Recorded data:
-*-

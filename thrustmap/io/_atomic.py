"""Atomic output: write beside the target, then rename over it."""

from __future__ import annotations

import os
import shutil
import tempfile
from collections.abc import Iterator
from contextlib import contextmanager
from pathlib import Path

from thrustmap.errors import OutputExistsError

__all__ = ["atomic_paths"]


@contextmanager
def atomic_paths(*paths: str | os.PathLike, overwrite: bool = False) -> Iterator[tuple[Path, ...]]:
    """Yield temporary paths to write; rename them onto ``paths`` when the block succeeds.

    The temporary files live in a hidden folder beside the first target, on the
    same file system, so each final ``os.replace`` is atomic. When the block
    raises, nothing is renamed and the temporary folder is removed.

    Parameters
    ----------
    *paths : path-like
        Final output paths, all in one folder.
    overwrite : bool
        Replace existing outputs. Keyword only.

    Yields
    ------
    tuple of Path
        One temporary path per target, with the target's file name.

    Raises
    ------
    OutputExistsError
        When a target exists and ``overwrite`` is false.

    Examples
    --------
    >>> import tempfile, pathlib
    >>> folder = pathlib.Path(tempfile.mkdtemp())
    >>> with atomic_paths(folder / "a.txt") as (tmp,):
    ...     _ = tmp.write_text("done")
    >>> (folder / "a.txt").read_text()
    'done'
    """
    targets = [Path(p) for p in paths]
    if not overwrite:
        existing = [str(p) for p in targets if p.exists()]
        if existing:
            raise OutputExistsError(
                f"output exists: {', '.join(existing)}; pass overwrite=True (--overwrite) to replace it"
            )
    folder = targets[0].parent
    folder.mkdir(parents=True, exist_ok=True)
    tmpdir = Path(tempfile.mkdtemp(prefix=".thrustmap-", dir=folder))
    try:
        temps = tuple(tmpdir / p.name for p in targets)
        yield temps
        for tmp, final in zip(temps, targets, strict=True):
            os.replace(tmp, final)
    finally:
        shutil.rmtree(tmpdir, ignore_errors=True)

-*-

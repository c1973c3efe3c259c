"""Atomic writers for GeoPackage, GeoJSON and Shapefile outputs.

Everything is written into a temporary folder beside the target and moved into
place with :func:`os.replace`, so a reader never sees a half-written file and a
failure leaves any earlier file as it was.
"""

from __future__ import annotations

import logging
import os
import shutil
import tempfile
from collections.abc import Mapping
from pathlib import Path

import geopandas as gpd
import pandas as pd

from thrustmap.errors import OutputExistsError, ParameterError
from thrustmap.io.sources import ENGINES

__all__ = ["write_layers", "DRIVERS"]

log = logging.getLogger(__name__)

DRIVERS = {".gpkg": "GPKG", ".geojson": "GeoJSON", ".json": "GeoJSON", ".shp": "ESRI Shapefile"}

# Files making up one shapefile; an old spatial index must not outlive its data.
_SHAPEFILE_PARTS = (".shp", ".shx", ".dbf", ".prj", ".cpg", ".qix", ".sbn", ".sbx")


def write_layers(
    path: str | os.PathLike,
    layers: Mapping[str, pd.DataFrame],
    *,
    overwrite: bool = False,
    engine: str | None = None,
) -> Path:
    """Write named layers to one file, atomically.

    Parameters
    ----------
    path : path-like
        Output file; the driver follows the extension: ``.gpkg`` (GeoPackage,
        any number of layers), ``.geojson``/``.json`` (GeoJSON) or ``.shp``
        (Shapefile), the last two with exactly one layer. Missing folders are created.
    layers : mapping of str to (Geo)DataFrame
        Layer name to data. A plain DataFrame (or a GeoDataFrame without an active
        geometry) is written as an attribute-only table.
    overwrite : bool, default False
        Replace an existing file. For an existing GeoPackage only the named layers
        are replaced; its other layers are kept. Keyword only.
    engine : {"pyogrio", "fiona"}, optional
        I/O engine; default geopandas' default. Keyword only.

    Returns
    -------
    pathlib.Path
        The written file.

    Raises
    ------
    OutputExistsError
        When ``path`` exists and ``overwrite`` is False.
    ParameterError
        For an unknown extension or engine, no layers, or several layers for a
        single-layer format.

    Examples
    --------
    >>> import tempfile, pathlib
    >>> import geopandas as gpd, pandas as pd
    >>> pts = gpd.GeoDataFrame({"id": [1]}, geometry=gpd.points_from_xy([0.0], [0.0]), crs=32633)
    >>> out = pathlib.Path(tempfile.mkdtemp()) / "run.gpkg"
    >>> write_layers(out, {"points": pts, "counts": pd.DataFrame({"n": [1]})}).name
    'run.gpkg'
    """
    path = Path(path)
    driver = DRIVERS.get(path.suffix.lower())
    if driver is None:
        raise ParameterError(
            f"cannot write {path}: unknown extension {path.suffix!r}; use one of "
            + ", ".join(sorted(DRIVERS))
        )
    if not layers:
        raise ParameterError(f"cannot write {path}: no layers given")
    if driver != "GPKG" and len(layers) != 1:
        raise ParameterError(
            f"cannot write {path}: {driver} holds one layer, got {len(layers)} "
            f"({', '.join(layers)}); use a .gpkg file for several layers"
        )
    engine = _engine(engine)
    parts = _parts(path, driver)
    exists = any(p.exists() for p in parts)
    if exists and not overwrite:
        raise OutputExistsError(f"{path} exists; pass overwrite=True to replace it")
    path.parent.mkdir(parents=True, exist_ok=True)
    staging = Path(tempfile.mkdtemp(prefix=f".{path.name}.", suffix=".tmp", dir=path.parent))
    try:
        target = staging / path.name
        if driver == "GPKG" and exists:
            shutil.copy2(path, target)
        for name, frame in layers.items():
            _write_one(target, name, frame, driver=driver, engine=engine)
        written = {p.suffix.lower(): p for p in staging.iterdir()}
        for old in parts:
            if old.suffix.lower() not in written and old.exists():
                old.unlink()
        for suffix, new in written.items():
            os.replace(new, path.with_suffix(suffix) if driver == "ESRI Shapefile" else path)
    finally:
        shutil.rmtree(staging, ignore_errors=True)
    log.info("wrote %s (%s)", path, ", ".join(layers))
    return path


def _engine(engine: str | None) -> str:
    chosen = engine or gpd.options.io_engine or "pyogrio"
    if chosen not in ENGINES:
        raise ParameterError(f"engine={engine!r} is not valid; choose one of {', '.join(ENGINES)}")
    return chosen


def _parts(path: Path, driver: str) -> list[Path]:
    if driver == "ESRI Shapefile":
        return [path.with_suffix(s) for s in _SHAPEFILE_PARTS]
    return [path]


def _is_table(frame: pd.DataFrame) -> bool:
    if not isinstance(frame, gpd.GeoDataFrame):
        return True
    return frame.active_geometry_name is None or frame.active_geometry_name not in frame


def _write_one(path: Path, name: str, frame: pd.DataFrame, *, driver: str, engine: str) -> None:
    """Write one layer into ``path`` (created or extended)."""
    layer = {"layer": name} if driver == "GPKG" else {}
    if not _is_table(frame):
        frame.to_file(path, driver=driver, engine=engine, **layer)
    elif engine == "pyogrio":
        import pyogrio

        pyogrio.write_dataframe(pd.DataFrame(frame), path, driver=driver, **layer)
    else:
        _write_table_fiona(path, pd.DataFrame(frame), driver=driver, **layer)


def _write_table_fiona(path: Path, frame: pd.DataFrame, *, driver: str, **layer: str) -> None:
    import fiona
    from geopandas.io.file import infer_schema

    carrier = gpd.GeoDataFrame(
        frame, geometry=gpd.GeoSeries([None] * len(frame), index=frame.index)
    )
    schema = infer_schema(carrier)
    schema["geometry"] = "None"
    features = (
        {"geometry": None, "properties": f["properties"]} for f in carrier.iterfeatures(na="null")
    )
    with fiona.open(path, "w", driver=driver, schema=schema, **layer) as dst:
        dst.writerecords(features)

-*-

What is needed: Above are the records; repeat exactly the lines from the one holding "yield temps" down to the one holding "shutil.rmtree(tmpdir, ignore_errors=True)", end lines included.

Written reply:
        yield temps
        for tmp, final in zip(temps, targets, strict=True):
            os.replace(tmp, final)
    finally:
        shutil.rmtree(tmpdir, ignore_errors=True)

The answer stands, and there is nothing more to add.